Ratio and Proportion – Important Formulas
The Ratio of two amounts an and b in the same units, is the part and we compose it as a : b.
In the Ratio a : b, we call an as the principal term or predecessor and b, the second term or subsequent.
Eg. The Ratio 5 : 9 represent 5/9 with predecessor = 5, resulting = 9.

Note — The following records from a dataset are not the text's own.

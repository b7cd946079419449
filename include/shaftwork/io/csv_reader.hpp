// shaftwork/io/csv_reader.hpp — CSV text (RFC 4180) in chunks of whole records, and
// records into fields.
//
// The format read: fields separated by commas, records ended by CRLF or LF (the
// last record may lack its line end), a field may be quoted ("...") and then hold
// commas, line breaks and doubled quotes (""), a UTF-8 byte-order mark at the very
// start is skipped, empty lines are skipped. A record ends at a line break that
// follows an even number of quotes in that record; the chunker and the record
// parser both use this rule, so a chunk always ends where a record ends.
//
// Lines are counted as an editor counts them (1 = the first line of the input), so
// a message can send the user to the place: a record that spans lines inside a
// quoted field is named by its first line.
#pragma once

#include <algorithm>
#include <cstddef>
#include <string>
#include <string_view>
#include <vector>

#include "shaftwork/io/byte_stream.hpp"

namespace shaftwork::io {

// A run of whole records and the line number of its first byte.
struct CsvChunk {
  std::string text;
  std::size_t first_line = 1;
};

// Cuts an input into chunks of whole records of about `target_size` bytes each, so
// that memory stays bounded whatever the length of the input.
class CsvChunker {
 public:
  // `name` is the input's name for messages. A record longer than `max_record`
  // bytes is a whole-input error (most likely a quote left open).
  CsvChunker(ByteSource& source, std::string name, std::size_t target_size = 256 * 1024,
             std::size_t max_record = 16 * 1024 * 1024);

  // The next chunk into `chunk` (its buffer is reused); false at the end of input.
  // Throws bad_input when a record exceeds max_record or the input cannot be read.
  bool next(CsvChunk& chunk);

  // Bytes taken from the source so far (for progress).
  std::size_t bytes_read() const { return bytes_read_; }

  // The size of the chunks to come (slow rows want small chunks, so that every worker
  // has one and progress shows often).
  void set_target_size(std::size_t bytes) { target_size_ = std::max<std::size_t>(bytes, 16); }

 private:
  // Reads one block into `text`; returns false at the end of input.
  bool fill(std::string& text);

  ByteSource& source_;
  std::string name_;
  std::size_t target_size_;
  std::size_t max_record_;
  std::string pending_;  // bytes after the last record boundary of the previous chunk
  std::size_t line_ = 1;
  std::size_t bytes_read_ = 0;
  bool at_start_ = true;
  bool at_end_ = false;
};

// One record: its fields (views into the chunk's buffer, with quotes removed and
// doubled quotes made single) and where it starts.
struct CsvRecord {
  std::vector<std::string_view> fields;
  std::size_t line = 0;  // the line it starts on
  std::string error;     // set when the record is malformed; fields are then empty
  bool has_quotes = false;
  // The record as written, without its line end, when it has no quotes: the fields
  // joined by commas, which a writer may copy in one piece. Empty when has_quotes.
  std::string_view text;
};

// Walks the records of a chunk. Unquoting happens in place, so the parser takes the
// chunk's buffer as mutable text; views stay valid while the buffer lives.
class CsvRecordParser {
 public:
  CsvRecordParser(std::string& text, std::size_t first_line);
  // The next record into `record`; false when the chunk is done. A malformed record
  // comes back with `error` set (e.g. "text after the closing quote of field 3").
  bool next(CsvRecord& record);

  // Where the next record starts: its byte offset and line.
  std::size_t position() const { return pos_; }
  std::size_t line() const { return line_; }

 private:
  // Steps over empty lines; false at the end of the chunk.
  bool skip_empty_lines();
  // A record without quotes, split in one pass; false (nothing taken) at a quote.
  bool next_plain(CsvRecord& record);
  // Takes a record with quotes by the quote-parity rule; returns the end of its text.
  std::size_t take_quoted_extent(CsvRecord& record);
  // Splits [i, stop) into fields, unquoting in place; sets record.error when malformed.
  void split_quoted(CsvRecord& record, std::size_t i, std::size_t stop);

  char* data_;
  std::size_t size_;
  std::size_t pos_ = 0;
  std::size_t line_;
};

// Splits a whole text (tests, small inputs) into records: each one's fields as
// strings, or the error, with its line.
struct CsvRow {
  std::vector<std::string> fields;
  std::size_t line = 0;
  std::string error;
};
std::vector<CsvRow> parse_csv(std::string text);

}  // namespace shaftwork::io
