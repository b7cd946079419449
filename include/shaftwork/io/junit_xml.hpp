// shaftwork/io/junit_xml.hpp — the checks of a run as JUnit XML (`check --junit FILE`),
// the test-report format CI systems read.
//
// <testsuites> holds one <testsuite> per case file (named by the file, in the order the
// files were checked), each one <testcase> per case: name = the case id, classname = the
// file. A failed case carries <failure> (its moved keys, one per line), a case that could
// not be rated or whose expect block is wrong <error>, a baseline case missing from the
// files <failure type="missing">, a file that could not be used one <testcase> named by
// the file with <error>. Every suite and the root carry their counts of tests, failures
// and errors.
#pragma once

#include <ostream>
#include <string>
#include <string_view>
#include <vector>

#include "shaftwork/io/case_check.hpp"

namespace shaftwork::io {

// `text` as XML 1.0 character data, or as an attribute value when `attribute`: the five
// special characters as entities; tab, line feed and carriage return as character
// references in attributes (so they survive attribute-value normalisation) and a carriage
// return in text too; other control characters, which XML 1.0 cannot carry at all, written
// visibly as \xHH; bytes that are not UTF-8 and the non-characters U+FFFE and U+FFFF as
// U+FFFD.
std::string xml_escaped(std::string_view text, bool attribute);

void write_junit(std::ostream& out, const std::vector<CaseCheck>& checks);

}  // namespace shaftwork::io
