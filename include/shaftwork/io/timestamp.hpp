// shaftwork/io/timestamp.hpp — a logger's timestamp cell as a number of seconds, and back.
//
// The forms read are ISO 8601's calendar date with an optional time of day:
// "2026-03-02", "2026-03-02 00:05", "2026-03-02T00:05:30", "2026-03-02 00:05:30.25", with
// an optional trailing "Z". There is no time zone: the seconds count from 1970-01-01 00:00
// of the same clock, so differences and the text written back are right whatever zone the
// logger kept. The C library does the calendar (timegm, gmtime_r: no zone, no daylight saving).
#pragma once

#include <optional>
#include <string>
#include <string_view>

namespace shaftwork::io {

// Seconds since 1970-01-01 00:00, or nothing when `cell` is not a timestamp of those forms
// (a month 13, a day 31 in April, a minute 60 and the like are not).
std::optional<double> parse_timestamp(std::string_view cell);

// "2026-03-02 00:05" (seconds dropped) for a number parse_timestamp gave.
std::string timestamp_text(double seconds);

}  // namespace shaftwork::io
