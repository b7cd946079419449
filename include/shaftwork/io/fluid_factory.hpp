// shaftwork/io/fluid_factory.hpp — fluid models from names and JSON fluid objects.
//
// A fluid is a name from data/fluids.txt ("air", "water", ...) or an object
// { "model": ..., ... } as the contract describes (src/io/fluid_builders.cpp holds the
// table of models). Models are immutable; the factory hands out one shared
// model per distinct definition, so a batch of a million cases builds air once.
#pragma once

#include <map>
#include <memory>
#include <mutex>
#include <optional>
#include <string>
#include <vector>

#include <nlohmann/json.hpp>

#include "shaftwork/fluids/fluid_model.hpp"
#include "shaftwork/fluids/nasa_polynomial.hpp"

namespace shaftwork::io {

struct NamedFluid {
  std::string name;
  nlohmann::json definition;  // the fluid object the name stands for
  std::string note;           // the comment lines just above it in data/fluids.txt
};

// A model a fluid object may name: its name, the keys of its object and one line on it.
struct FluidModelInfo {
  std::string name;
  std::vector<std::string> keys;  // "model" first
  std::string summary;
};
// Every model, in the order listings show them.
std::vector<FluidModelInfo> fluid_models();

// The named fluids of data/fluids.txt, in file order. Throws bad_input if the
// embedded file is malformed (a build defect, caught by the tests).
const std::vector<NamedFluid>& named_fluids();

// The state a model that depends on it is made at: humid air at a relative humidity takes
// its water content at the case's inlet pressure [Pa] and temperature [K].
struct FluidSite {
  std::optional<double> pressure;
  std::optional<double> temperature;
};

class FluidFactory {
 public:
  FluidFactory();

  // Adds species from a file in the published NASA 9-coefficient format, the older
  // 7-coefficient format, or the project's own format (told apart by their first
  // record); they replace built-in species of the same name. Throws bad_input
  // naming the file and line.
  void add_species_file(const std::string& path);

  // The model for a fluid name or object. `path` is the JSON path for messages
  // ("fluid"); warnings (renormalised fractions) are appended to `warnings`.
  std::shared_ptr<const fluids::FluidModel> make(const nlohmann::json& fluid, const std::string& path,
                                                 std::vector<std::string>& warnings, const FluidSite& site = {});

  // A short label for results: the name of a named fluid or species, else the model's
  // own description (an inline mixture lists its species and mole fractions).
  static std::string label(const nlohmann::json& fluid, const fluids::FluidModel& model);

  const fluids::SpeciesLibrary& species() const { return *species_; }

 private:
  std::shared_ptr<const fluids::FluidModel> build(const nlohmann::json& fluid, const std::string& path,
                                                  const FluidSite& site, std::vector<std::string>& warnings);

  std::shared_ptr<fluids::SpeciesLibrary> species_;
  struct Built {
    std::shared_ptr<const fluids::FluidModel> model;
    std::vector<std::string> warnings;
  };
  std::mutex mutex_;                    // guards cache_: cases may be read on several threads
  std::map<std::string, Built> cache_;  // by the definition's JSON text
};

}  // namespace shaftwork::io
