// shaftwork/io/batch.hpp — rate a CSV file of test points against a template case.
//
// The template (one case read by read_case) gives what every row shares: machine,
// fluid, site, and any quantity the CSV does not give. Each CSV column names a case
// key in dotted form with its unit in brackets ("outlet.temperature [degC]"); a row's
// values override the template's. docs/batch.md describes the format for users.
//
// The work streams: the input is cut into chunks of whole records, worker threads
// parse, rate and format chunks, and the results are written in input order, so
// memory holds a few chunks whatever the length of the input. A row that cannot be
// read or rated becomes an error row in its place; the others are rated all the same.
#pragma once

#include <cstddef>
#include <limits>
#include <optional>
#include <string>
#include <vector>

#include <nlohmann/json.hpp>

#include "shaftwork/io/byte_stream.hpp"
#include "shaftwork/io/case_reader.hpp"
#include "shaftwork/io/result_writer.hpp"

namespace shaftwork::io {

enum class BatchFormat {
  csv,    // the input columns, then status, error, solved_for, result columns, warnings
  jsonl,  // one result object per line, as result_json writes it
  xlsx,   // the csv's rows as a workbook: a row of keys, a row of units, numbers as numbers
};

// The few numbers of one row that a batch chart draws; NaN where the row has none.
struct BatchPoint {
  static constexpr double kNone = std::numeric_limits<double>::quiet_NaN();
  std::size_t row = 0;  // 1 for the first data row
  double time = kNone;  // the row's timestamp (io/timestamp.hpp), in seconds
  bool rated = false;
  double efficiency_isentropic = kNone, efficiency_polytropic = kNone;
  // Their expanded uncertainties, where the batch states uncertainties (docs/uncertainty.md).
  double uncertainty_isentropic = kNone, uncertainty_polytropic = kNone;
  double balance_percent = kNone;  // power_balance.difference_percent
};

// Hears of every row as the batch writes it: in row order, on the thread that called
// rate_batch, so it may keep what it likes (a chart keeps a bounded summary).
class BatchPointSink {
 public:
  virtual ~BatchPointSink() = default;
  // Once, before the first row: the header of the column the times come from, "" for none.
  virtual void time_column(const std::string& header) = 0;
  virtual void add(const BatchPoint& point) = 0;
};

struct BatchOptions {
  BatchFormat format = BatchFormat::csv;
  UnitSystem units = UnitSystem::si;  // of the csv result columns
  unsigned jobs = 1;                  // worker threads; 1 rates on the calling thread
  std::size_t chunk_bytes = 256 * 1024;  // the largest chunk; slow rows get smaller ones
  // The result columns of the csv, by dotted result key (--columns); empty: the defaults.
  std::vector<std::string> columns;
  // Told each row's BatchPoint when set. The times come from the first carried column
  // headed timestamp, time, date or datetime (in any case), else from the id column.
  BatchPointSink* points = nullptr;
};

// Told how far the batch has got, from the thread that called rate_batch, after each
// chunk is written.
class BatchProgress {
 public:
  virtual ~BatchProgress() = default;
  // `bytes_total` is 0 when the size of the input is not known (a pipe).
  virtual void update(std::size_t rows, std::size_t bytes_read, std::size_t bytes_total) = 0;
  virtual void finish(std::size_t rows) = 0;
};

struct BatchSummary {
  std::size_t rows = 0;    // data rows seen (not the header, not empty lines)
  std::size_t failed = 0;  // rows written as errors
  unsigned threads = 1;    // threads that rated: fewer than BatchOptions::jobs when the
                           // system would not start more (the batch still completes)
  std::size_t guarantees_failed = 0;      // rows whose verdict on the template's guarantee is fail
  std::size_t guarantees_not_judged = 0;  // rated rows the guarantee could not be judged on
};

// The template of a batch: its one case, read, and the guarantee every row is judged
// against (in the case, or beside "cases"), when it gives one.
struct BatchTemplate {
  CaseInput input;
  std::optional<machines::Guarantee> guarantee;
};

// Told once about each column that is carried through unchanged (a logger's timestamp),
// before any row is rated.
class BatchNotices {
 public:
  virtual ~BatchNotices() = default;
  virtual void notice(const std::string& text) = 0;
};

// Reads the template from a parsed case file named `origin`. Throws bad_input
// "<origin>: ..." when it is not a case file, holds more than one case, or its case
// cannot be read.
BatchTemplate read_batch_template(const nlohmann::json& document, const std::string& origin,
                                  FluidFactory& fluids);

// Rates every row of `points` (named `points_name` in messages) against `template_case`
// and writes the results to `out`. A column whose header names no case key is carried
// through unchanged (`notices` hears of it). Throws bad_input naming the input for a
// problem with the whole input, before anything is written when it is the header: a
// case key with a missing, unknown or mismatched unit, two columns that give the same
// quantity, a --columns key that is no result key, no header at all; or later a record
// that never ends, or a read or write failure.
BatchSummary rate_batch(ByteSource& points, const std::string& points_name, const BatchTemplate& template_case,
                        ByteSink& out, const BatchOptions& options, BatchProgress* progress = nullptr,
                        BatchNotices* notices = nullptr);

}  // namespace shaftwork::io
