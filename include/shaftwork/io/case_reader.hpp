// shaftwork/io/case_reader.hpp — JSON case files into cases.
//
// A case file holds {"cases": [ ... ]} or a single case object (the contract, "A case
// file"). The keys of a case come from machines::kInputs: a dotted key "inlet.pressure"
// is the key "pressure" of the object "inlet"; "efficiency" may also be a bare number
// (isentropic). Values are read to SI here, keeping the text the user wrote.
#pragma once

#include <limits>
#include <string>
#include <string_view>
#include <vector>

#include <nlohmann/json.hpp>

#include "shaftwork/io/case_input.hpp"
#include "shaftwork/io/fluid_factory.hpp"
#include "shaftwork/units/quantity.hpp"

namespace shaftwork::io {

// The case objects of a document. Throws bad_input when the document is not a case
// file (not an object, "cases" not an array, no cases): the whole file is unusable.
std::vector<const nlohmann::json*> case_objects(const nlohmann::json& document, const std::string& origin);

// The label of case `index` (0-based) for messages: its "id" when it is a string or a
// number, else "case N" (1-based).
std::string case_label(const nlohmann::json& case_object, size_t index);

// Reads one case from `origin`. Throws shaftwork::Error whose message names the key and
// the problem (the caller adds the case's label).
CaseInput read_case(const nlohmann::json& case_object, size_t index, FluidFactory& fluids,
                    const std::string& origin = "");

// The row of a case key as users write it: a dotted key of machines::kInputs, or the
// shorthand "efficiency" for an isentropic efficiency; nullptr for any other key.
const machines::InputSpec* find_case_input(std::string_view key);

// The problem with a given value beyond machines::value_problem: an efficiency written as
// "0.8 %" (a fraction in a percent column), a barometer in a gauge unit. "" when none.
std::string given_value_problem(machines::Input input, double si, std::string_view unit);
// The SI values for which given_value_problem(input, si, unit) is "" whatever the unit:
// low <= si <= high, a value in its range and at least 0.01 (no efficiency in % to doubt),
// finite; empty for the barometer (whose unit is checked). A batch tests every cell against
// its column's range, and calls given_value_problem() only where it fails.
struct PlainRange {
  double low = 0, high = 0;
  constexpr bool contains(double si) const { return si >= low && si <= high; }  // false for NaN
};
constexpr PlainRange plainly_acceptable_range(machines::Input input) {
  constexpr double kLeast = 0.01;
  if (input == machines::Input::barometric_pressure) return {1, 0};
  switch (machines::spec(input).accepts) {
    case machines::Accepts::fraction:
    case machines::Accepts::unit_closed: return {kLeast, 1};
    case machines::Accepts::positive:
    case machines::Accepts::any: break;
  }
  return {kLeast, std::numeric_limits<double>::max()};
}

// The warning of a case that gives a gauge pressure but no site barometer.
inline constexpr std::string_view kDefaultBarometerWarning =
    "a gauge pressure was given without site.barometric_pressure: 101.325 kPa assumed";

}  // namespace shaftwork::io
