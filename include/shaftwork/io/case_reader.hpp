// shaftwork/io/case_reader.hpp — JSON case files into rating inputs.
//
// A case file holds {"cases": [ ... ]} or a single case object (the contract,
// "A case file"). Every value is converted to SI here; the unit the user wrote is
// kept so that messages and the table can echo values the way they were given.
#pragma once

#include <map>
#include <string>
#include <string_view>
#include <vector>

#include <nlohmann/json.hpp>

#include "shaftwork/io/fluid_factory.hpp"
#include "shaftwork/machines/rating.hpp"
#include "shaftwork/units/quantity.hpp"

namespace shaftwork::io {

struct CaseInput {
  std::string id;
  machines::RatingInput rating;
  std::string fluid_name;                                // as given: a name, or the model name
  std::map<machines::Quantity, std::string> unit_written;  // "" or absent: SI number
  double barometric_pressure = units::kStandardAtmosphere;  // Pa
  std::vector<std::string> warnings;
};

// The case objects of a document. Throws bad_input when the document is not a case
// file (not an object, "cases" not an array, no cases): the whole file is unusable.
std::vector<const nlohmann::json*> case_objects(const nlohmann::json& document, const std::string& origin);

// The label of case `index` (0-based): its "id" when it is a string or number,
// else "case N" (1-based).
std::string case_label(const nlohmann::json& case_object, size_t index);

// Reads one case. Throws shaftwork::Error whose message names the key and the
// problem (the caller adds the case's label).
CaseInput read_case(const nlohmann::json& case_object, size_t index, FluidFactory& fluids);

// Writes SI values for messages the way the user wrote each quantity: in the unit of
// `unit_written` ("" or absent: kPa, K, kg/s, kW), gauge units against the barometer [Pa].
machines::ValueEcho make_value_echo(std::map<machines::Quantity, std::string> unit_written,
                                    double barometric_pressure);

// The warning of a case that gives a gauge pressure but no site barometer.
inline constexpr std::string_view kDefaultBarometerWarning =
    "a gauge pressure was given without site.barometric_pressure: 101.325 kPa assumed";

}  // namespace shaftwork::io
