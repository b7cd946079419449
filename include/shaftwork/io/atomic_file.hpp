// shaftwork/io/atomic_file.hpp — write a file whole or not at all.
#pragma once

#include <string>

namespace shaftwork::io {

// Writes `content` to a temporary file beside `path`, flushes it to disk and
// renames it over `path` (rename is atomic on POSIX file systems). On any failure
// the temporary file is removed, `path` is left as it was, and bad_input is thrown
// naming the path and the system's reason.
void write_file_atomically(const std::string& path, const std::string& content);

}  // namespace shaftwork::io
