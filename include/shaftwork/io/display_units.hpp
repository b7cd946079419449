// shaftwork/io/display_units.hpp — which unit a result is shown in, and its text.
//
// Tables show each dimension of a case in one unit: the unit the user wrote for that
// dimension (a case given in degF and psig reads in degF and psig), unless --units asked
// for a system; otherwise the system's unit, chosen by size where the trade changes unit
// with size (hp or MW, lb/h or klb/h). CSV columns carry one unit each, the system's.
#pragma once

#include <array>
#include <optional>
#include <string>
#include <string_view>

#include "shaftwork/io/case_input.hpp"
#include "shaftwork/io/result_keys.hpp"
#include "shaftwork/machines/rating.hpp"
#include "shaftwork/units/quantity.hpp"

namespace shaftwork::io {

enum class UnitSystem { si, us };

// The system's unit of a dimension for CSV columns ("" for a fraction): kPa, degC, kg/s,
// m3/h, kW, kJ/kg, m, kJ/(kg K), kg/m3 in si; psia, degF, lb/h, acfm, hp, Btu/lb, ft,
// Btu/(lb R), lb/ft3 in us.
std::string_view column_unit(units::Dimension d, UnitSystem system);

class DisplayUnits {
 public:
  // `forced`: the user asked for `system` (--units): it wins over the units of the case.
  DisplayUnits(UnitSystem system, bool forced, const CaseInput* input, const machines::Rating& rating);

  std::string_view unit(units::Dimension d) const { return units_[static_cast<std::size_t>(d)]; }
  double barometer() const { return barometer_; }
  // The same units with gauge pressures read against another barometer [Pa] (a guarantee's
  // site).
  DisplayUnits on_barometer(double barometer) const {
    DisplayUnits other = *this;
    other.barometer_ = barometer;
    return other;
  }

  // "217.43 degC", "0.7779", "1.5077 kg/s": the value in this case's unit for its
  // dimension, at the row's precision.
  std::string text(double si, units::Dimension d, Precision precision) const;
  // "217.43 ± 0.41 degC": the same with an expanded uncertainty `u_si` (a difference) to
  // two significant digits (GUM 7.2.6); "± n/a" when it is not available.
  std::string text(double si, std::optional<double> u_si, units::Dimension d, Precision precision) const;

 private:
  std::array<std::string, 16> units_;
  double barometer_;
};

// A difference (an uncertainty) of `si` in `unit`: over the unit's scale, without its offset
// or barometer (0.3 K is 0.54 degF, 5000 Pa is 0.05 barg). "" is a fraction: unchanged.
double difference_from_si(double si, std::string_view unit);

// `value` at `precision`: significant digits without trailing zeros, or fixed decimals.
std::string format_number(double value, Precision precision);

}  // namespace shaftwork::io
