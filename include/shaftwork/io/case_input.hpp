// shaftwork/io/case_input.hpp — one case as the user gave it, before rating.
//
// A case is its machine, its fluid and a list of given values, one per row of
// machines::kInputs that the case file (or a CSV row) names. Each value keeps the text the
// user wrote, so that results echo it in the user's unit and digits, and whether it was
// read against the site barometer (a gauge or vacuum pressure), so that the barometer can
// be varied on its own (the uncertainty of a gauge reading and of the barometer are
// separate inputs). to_rating_input() hands the values to the solver.
#pragma once

#include <memory>
#include <optional>
#include <string>
#include <string_view>
#include <vector>

#include "shaftwork/fluids/fluid_model.hpp"
#include "shaftwork/machines/inputs.hpp"

namespace shaftwork::io {

// The keys of a case that are not values (machines::kInputs holds those).
inline constexpr std::string_view kIdKey = "id";
inline constexpr std::string_view kMachineKey = "machine";
inline constexpr std::string_view kFluidKey = "fluid";
inline constexpr std::string_view kNoteKey = "note";
inline constexpr std::string_view kUncertaintyKey = "uncertainty";
// The expected results of `shaftwork check` (io/expectations.hpp reads them; rating ignores them).
inline constexpr std::string_view kExpectKey = "expect";
// A case's own guarantee (io/guarantee_reader.hpp); at the top of a file, the file's.
inline constexpr std::string_view kGuaranteeKey = "guarantee";

// A stated expanded uncertainty (k = 2, about 95 %) of a given value, as on an instrument
// datasheet: a percent of the reading ("0.25 %") or a difference in the value's own
// dimension ("0.3 K", "0.5 degF"). docs/uncertainty.md describes the forms.
struct StatedUncertainty {
  machines::Input input;
  bool relative = false;  // a fraction of the reading as written (0.0025 for "0.25 %")
  double value = 0;       // that fraction, or the difference in SI (0.3 for "0.3 K"); >= 0
  std::string written;    // as stated: "0.25 %", "0.3 K"
};

struct GivenValue {
  machines::Input input;
  double si = 0;              // SI, absolute (a gauge reading has the barometer added)
  bool on_barometer = false;  // read against the site barometer: moves with it, one for one
  std::string written;        // as the user wrote it: "2.10 barg", "0.82", "101325 Pa"
  std::string unit;           // the unit symbol written ("barg"), "" for a plain SI number
  // Its own, or one stated by key for the case (or file, or batch template); empty: none.
  std::optional<StatedUncertainty> uncertainty = {};
};

struct CaseInput {
  std::string id;
  std::string origin;  // the file the case came from ("" when not from a file)
  machines::MachineKind machine = machines::MachineKind::compressor;
  std::string machine_written;  // the word the user wrote: "fan" for a compressor
  std::shared_ptr<const fluids::FluidModel> fluid;
  std::string fluid_label;  // the fluid's name, or a short readable description
  std::vector<GivenValue> given;  // in the order of machines::kInputs
  std::string standard_reference;  // a standard volume flow's reference, in words ("" without one)
  std::vector<std::string> warnings;
  // The case's "uncertainty" object by dotted key: the statements the case made for its
  // given values (a batch template's also cover the columns' values).
  std::vector<StatedUncertainty> uncertainty_by_key;

  // The given value of `input`, or nullptr.
  const GivenValue* find(machines::Input input) const;
  // The site barometer [Pa]: given, or one standard atmosphere.
  double barometer() const;
  // What other values are read against: the barometer (when given) and the site's
  // standard conditions (when given).
  units::ParseContext context() const;
  // The unit the user wrote for some given value of dimension `d` ("" if none): results
  // of that dimension are shown in it.
  std::string unit_used_for(units::Dimension d) const;
};

// The solver's input: the given values in their fields, and messages that echo values
// in the units the user wrote.
machines::RatingInput to_rating_input(const CaseInput& c);

// Writes an SI value of one of the seven quantities for messages: in the unit the user
// wrote that quantity in, or kPa, K, kg/s, kW; gauge units against `barometer` [Pa].
std::string echo_value(const CaseInput& c, machines::Quantity q, double si);

}  // namespace shaftwork::io
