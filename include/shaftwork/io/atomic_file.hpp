// shaftwork/io/atomic_file.hpp — the one writer of output files (-o FILE): whole or not
// at all, and nothing but FILE touched.
#pragma once

#include <cstdint>
#include <optional>
#include <string>
#include <string_view>
#include <vector>

#include <sys/stat.h>

#include "shaftwork/io/byte_stream.hpp"

namespace shaftwork::io {

// Writes an output file. What PATH names decides how:
// - nothing yet, or a regular file: the bytes go, as they come, to a temporary file
//   "PATH.XXXXXX" beside it; commit() flushes that to disk and renames it over PATH
//   (atomic on POSIX file systems), so PATH holds the old content or the whole new one,
//   never a part. An existing file keeps its permission bits, and its owner and group
//   where the system lets us set them; a new file gets 0666 less the umask, as the
//   shell's > would give it. So that commit() does not wait long, every 4 MiB written
//   starts those bytes' way to disk and drops as many of the old file's bytes from the
//   page cache (hints to the kernel; neither changes what either file holds).
// - a symbolic link, or a chain of them: the same for the file it finally names, whose
//   temporary file lies beside it; the link stays a link. A dangling link's target is created.
// - a character or block device or a FIFO (/dev/null, a terminal, a named pipe): written
//   through, as the shell's > would; nothing is renamed, and a reader may see a part.
// - refused (bad_input, before anything is written): a directory, a socket, a regular
//   file with more than one hard link (renaming would cut it from its other names;
//   writing in place could leave it half-written), a file reached only through a link
//   under /proc (as /dev/stdout is when standard output is a file).
// Destroyed without commit() (an error, an exception), it removes the temporary file and
// leaves PATH as it was. SIGINT, SIGTERM, SIGHUP and SIGPIPE remove it too, then end the
// program as the signal would have, so the exit status still names the signal.
// Every failure throws bad_input "PATH: ..." with the system's reason.
class OutputFile final : public ByteSink {
 public:
  explicit OutputFile(std::string path);
  OutputFile(const OutputFile&) = delete;
  OutputFile& operator=(const OutputFile&) = delete;
  ~OutputFile() override;

  void write(std::string_view bytes) override;
  // Makes the output final: flush and rename, or close a device. Once only.
  void commit();

 private:
  void open_temporary(const std::string& final_path, const struct ::stat* existing);
  void remove_temporary() noexcept;
  [[noreturn]] void fail(const char* step);
  void start_writeback(bool all);

  std::string path_;     // as the user gave it, for messages
  std::string target_;   // the name renamed over (symbolic links followed); empty: written through
  std::string temp_;     // the temporary file, while there is one
  int fd_ = -1;
  int replaced_fd_ = -1;  // the file the temporary one replaces, read-only, for a cache hint
  int signal_slot_ = -1;  // where the signal handler finds temp_
  std::optional<FdSink> sink_;
  std::uint64_t written_ = 0;       // bytes written to the temporary file
  std::uint64_t written_back_ = 0;  // of them, those whose writing to disk has been started
};

// Throws bad_input "OUTPUT: is also an input of this run (INPUT); the results would
// overwrite it: write them to another file" when `output` names the same regular file as
// one of `inputs` ("-": standard input). Files are compared by identity (device and inode,
// symbolic links followed), so ./a.json, a link to a.json or a hard link of it all count.
// An output that does not exist yet, or is not a regular file, overwrites no input.
void refuse_output_among_inputs(const std::string& output, const std::vector<std::string>& inputs);

}  // namespace shaftwork::io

Principle: The increase or division of every term of a proportion by the same non-zero number does not influence the Ratio.
Eg. 4 : 5 = 8 : 10 = 12 : 15. Additionally, 4 : 6 = 2 : 3.
The fairness of two Ratio is called proportion. In the event that a : b = c : d, we compose a : b :: c : d and we say that a, b, c, d are in proportion.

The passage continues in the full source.